Aktualnie Gwint jest w tak beznadziejnym stanie, że od kilku miesięcy już w niego nie gram. To klęska. W skrócie w grze tej umiejętności gracza w trakcie gry się nie liczą. Liczy się w zasadzie budowa talii zwana archetypem. Przypomina to zabawę w kamień, nożyczki, papier. Jeden archetyp bije drugi, drugi trzeci, trzeci pierwszy itp. Oczywiście są archetypy topowe którymi ma się największe szanse na wygranie i które mają najmniej słabości.
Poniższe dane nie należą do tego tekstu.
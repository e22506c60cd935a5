import { Button } from '#client/components/button.tsx';
import { useNotice } from '#client/components/notice.tsx';
import { ProblemNote } from '#client/components/problem-note.tsx';
import { useArchive } from '#client/features/drawings/api/drawing-mutations.ts';
import { drawingsText as text } from '#client/text/drawings.ts';
import type { DrawingDto } from '#shared/contract/drawings.ts';

export function PutDrawingAway({ drawing, name }: { drawing: DrawingDto; name: string }) {
  const archive = useArchive('drawings', drawing.id);
  const notice = useNotice();
  const isAway = drawing.archivedAt !== null;
  return (
    <>
      <ProblemNote error={archive.error} />
      <Button
        look="quiet"
        aria-label={isAway ? text.bringBackOf(name) : text.putAwayOf(name)}
        busy={archive.isPending}
        onClick={() =>
          archive.mutate(!isAway, {
            onSuccess: () => notice(isAway ? text.broughtBack(name) : text.putAwayDone(name)),
          })
        }
      >
        {isAway ? text.bringBack : text.putAway}
      </Button>
    </>
  );
}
Duży wpływ ma również to jakie karty dobierzesz. Gwint w zasadzie nie pozwala na wydobycie się z pechowego dobrania kart.
Rozgrywki przypominają egzekucje. Jedna ze stron nie ma szans niezależnie od tego jak dobrze gra. Grałem w inne karcianki ale tak złej sytuacji jaka jest w Gwincie to jeszcze nie widziałem.
CDPR sama to zauważyła i zapowiedziała w tym roku kompletną przebudowę Gwinta.
1) Zostanie wydana nowa marka Witcher Tales z kampaniami RPG dla pojedynczego gracza. Poruszamy się po planszy, walczymy kartami. Pierwszy z serii ma być Thronebreaker.
2) Gwint multiplayer będzie niejako osobną marką. Mocno się będzie różnił od bety. W zasadzie nowa gra.
Całość ma być wydana jeszcze w 2018.